Exercise prompt
Could you find each line of the data below that contains the word "follows" and copy those lines?

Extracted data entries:
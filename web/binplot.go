package web

import (
	"fmt"
	"html"
	"html/template"
	"math"
	"strconv"
	"strings"

	"epitally/analytics/binning"
)

// BinPlot is a picture of one region, or of one or two axes, of a specification.
type BinPlot struct {
	ID      string
	Title   string
	Caption string
	Picture template.HTML // an SVG element
}

// BinPlots says what is drawn of a specification.
type BinPlots struct {
	Spec   *binning.Spec
	Counts []int // dies per code; nil = none counted yet
	// Density makes the address of the picture of the dies behind a plot; nil = none.
	Density func(DensityPlot) string
	// Boxes are the scales that plots are to have, by their ids: left, right, bottom,
	// top. A plot without one chooses its own.
	Boxes map[string][4]float64
	Whole bool // chromaticities: the whole diagram, not only the cells' surroundings
	Edit  bool // corners and edges can be moved
}

// DensityPlot is what a picture of dies shows: how many have which values.
type DensityPlot struct {
	X, Y          string // quantities; Y "" = a histogram of X
	Space         binning.Space
	Left, Right   float64
	Bottom, Top   float64
	Width, Height int
}

// Draw draws every region and every axis, two axes to a plot.
func (b BinPlots) Draw() []BinPlot {
	var plots []BinPlot
	dims := b.Spec.Dimensions()
	regions, axes := b.Spec.Regions(), b.Spec.Axes()
	for i := range regions {
		plots = append(plots, b.region(regions[i], dims[i], fmt.Sprintf("plot-r%d", i)))
	}
	for i := 0; i < len(axes); i += 2 {
		id := fmt.Sprintf("plot-a%d", i)
		d := dims[len(regions)+i:]
		if i+1 < len(axes) {
			plots = append(plots, b.grid(&axes[i], &axes[i+1], d[0], d[1], id))
		} else {
			plots = append(plots, b.line(&axes[i], d[0], id))
		}
	}
	return plots
}

// countOf is the dies in the bins that share cells of one or two dimensions.
func (b BinPlots) countOf(has func(code int) bool) (n int, known bool) {
	if b.Counts == nil {
		return 0, false
	}
	for code := range b.Spec.Bins() {
		if has(code) {
			n += b.Counts[code]
		}
	}
	return n, true
}

func inCell(d binning.Dimension, cell int) func(code int) bool {
	return func(code int) bool { return code/d.Stride%len(d.Cells) == cell }
}

// sold reports whether any bin of a cell is sellable.
func (b BinPlots) sold(has func(code int) bool) bool {
	for code, c := range b.Spec.Cells()[:b.Spec.Bins()] {
		if has(code) && c.Class == binning.Sellable {
			return true
		}
	}
	return false
}

// frame maps data to the picture and writes SVG.
type frame struct {
	strings.Builder
	left, right, bottom, top float64 // data at the edges of the plotting area
	width, height            float64 // of the picture
	xPlaces, yPlaces         int     // decimals that a move is rounded to at least
}

// Margins of a picture, in its own units.
const (
	plotWidth  = 880
	plotHeight = 560
	marginLeft = 76
	marginRest = 18
	marginFoot = 54
)

func newFrame(left, right, bottom, top, height float64) *frame {
	return &frame{left: left, right: right, bottom: bottom, top: top, width: plotWidth, height: height}
}

// fitted takes the scales asked for, if any.
func (b BinPlots) fitted(f *frame, id string) *frame {
	if box, ok := b.Boxes[id]; ok {
		f.left, f.right, f.bottom, f.top = box[0], box[1], box[2], box[3]
	}
	return f
}

func (f *frame) areaWidth() float64  { return f.width - marginLeft - marginRest }
func (f *frame) areaHeight() float64 { return f.height - marginRest - marginFoot }

func (f *frame) x(v float64) float64 {
	return marginLeft + (v-f.left)/(f.right-f.left)*f.areaWidth()
}

func (f *frame) y(v float64) float64 {
	return marginRest + (f.top-v)/(f.top-f.bottom)*f.areaHeight()
}

// put writes one element.
func (f *frame) put(format string, args ...any) { fmt.Fprintf(f, format+"\n", args...) }

func at(v float64) string { return strconv.FormatFloat(v, 'f', 1, 64) }

// text writes words at a place of the picture.
func (f *frame) text(class string, x, y float64, anchor, words string) {
	f.put(`<text class="%s" x="%s" y="%s" text-anchor="%s">%s</text>`, class, at(x), at(y), anchor, html.EscapeString(words))
}

// open begins the picture; the attributes tell a script how pixels are values.
func (f *frame) open(id, label string) {
	f.put(`<svg class="binplot" id="%s" viewBox="0 0 %s %s" role="group" aria-label="%s" data-left="%v" data-right="%v" data-bottom="%v" data-top="%v" data-area="%d %d %s %s">`,
		id, at(f.width), at(f.height), html.EscapeString(label), f.left, f.right, f.bottom, f.top, marginLeft, marginRest, at(f.areaWidth()), at(f.areaHeight()))
	f.put(`<clipPath id="%s-area"><rect x="%d" y="%d" width="%s" height="%s"/></clipPath>`, id, marginLeft, marginRest, at(f.areaWidth()), at(f.areaHeight()))
	f.put(`<rect class="area" x="%d" y="%d" width="%s" height="%s"/>`, marginLeft, marginRest, at(f.areaWidth()), at(f.areaHeight()))
}

func (f *frame) clipped(id string) { f.put(`<g clip-path="url(#%s-area)">`, id) }

// density puts the picture of the dies behind what follows.
func (f *frame) density(address string) {
	if address != "" {
		f.put(`<image href="%s" x="%d" y="%d" width="%s" height="%s" preserveAspectRatio="none"/>`, html.EscapeString(address), marginLeft, marginRest, at(f.areaWidth()), at(f.areaHeight()))
	}
}

// scales draws the ticks and titles of both axes; yTitle "" leaves y bare.
func (f *frame) scales(xTitle, yTitle string) {
	step, places := niceStep(f.right-f.left, 8)
	for v := math.Ceil(f.left/step) * step; v <= f.right+step*1e-9; v += step {
		f.put(`<line class="tick" x1="%[1]s" x2="%[1]s" y1="%[2]s" y2="%[3]s"/>`, at(f.x(v)), at(f.height-marginFoot), at(f.height-marginFoot+6))
		f.text("scale", f.x(v), f.height-marginFoot+22, "middle", Number(v, places))
	}
	f.text("title", marginLeft+f.areaWidth()/2, f.height-10, "middle", xTitle)
	if yTitle == "" {
		return
	}
	step, places = niceStep(f.top-f.bottom, 6)
	for v := math.Ceil(f.bottom/step) * step; v <= f.top+step*1e-9; v += step {
		f.put(`<line class="tick" x1="%s" x2="%s" y1="%[3]s" y2="%[3]s"/>`, at(marginLeft-6), at(marginLeft), at(f.y(v)))
		f.text("scale", marginLeft-10, f.y(v)+5, "end", Number(v, places))
	}
	f.put(`<text class="title" transform="translate(18 %s) rotate(-90)" text-anchor="middle">%s</text>`, at(marginRest+f.areaHeight()/2), html.EscapeString(yTitle))
}

// niceStep divides a span into at most n steps of 1, 2 or 5 times a power of ten,
// and gives the decimals that its multiples need.
func niceStep(span float64, n int) (step float64, places int) {
	raw := span / float64(n)
	power := math.Pow10(int(math.Floor(math.Log10(raw))))
	step = 10 * power
	for _, m := range []float64{1, 2, 5} {
		if m*power >= raw*(1-1e-9) {
			step = m * power
			break
		}
	}
	return step, max(0, -int(math.Floor(math.Log10(step)+1e-9)))
}

func (f *frame) close() template.HTML {
	f.put(`</svg>`)
	return template.HTML(f.String())
}

// move is one number of the document that follows a handle.
type move struct {
	place binning.Place
	axis  string // x or y
	value float64
}

// handle draws what can be taken hold of: shape is an SVG shape without its class.
func (f *frame) handle(shape, label string, moves []move) {
	var words []string
	for _, m := range moves {
		if m.place != (binning.Place{}) {
			words = append(words, fmt.Sprintf("%d:%d:%d:%s:%v", m.place.Line, m.place.Column, m.place.Length, m.axis, m.value))
		}
	}
	if len(words) == 0 {
		return
	}
	f.put(`<%s class="handle" tabindex="0" role="button" aria-roledescription="movable" aria-label="%s" data-moves="%s" data-places="%d %d"/>`,
		shape, html.EscapeString("move "+label), strings.Join(words, ";"), f.xPlaces, f.yPlaces)
}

Response to the exercise
// density puts the picture of the dies behind what follows.
// move is one number of the document that follows a handle.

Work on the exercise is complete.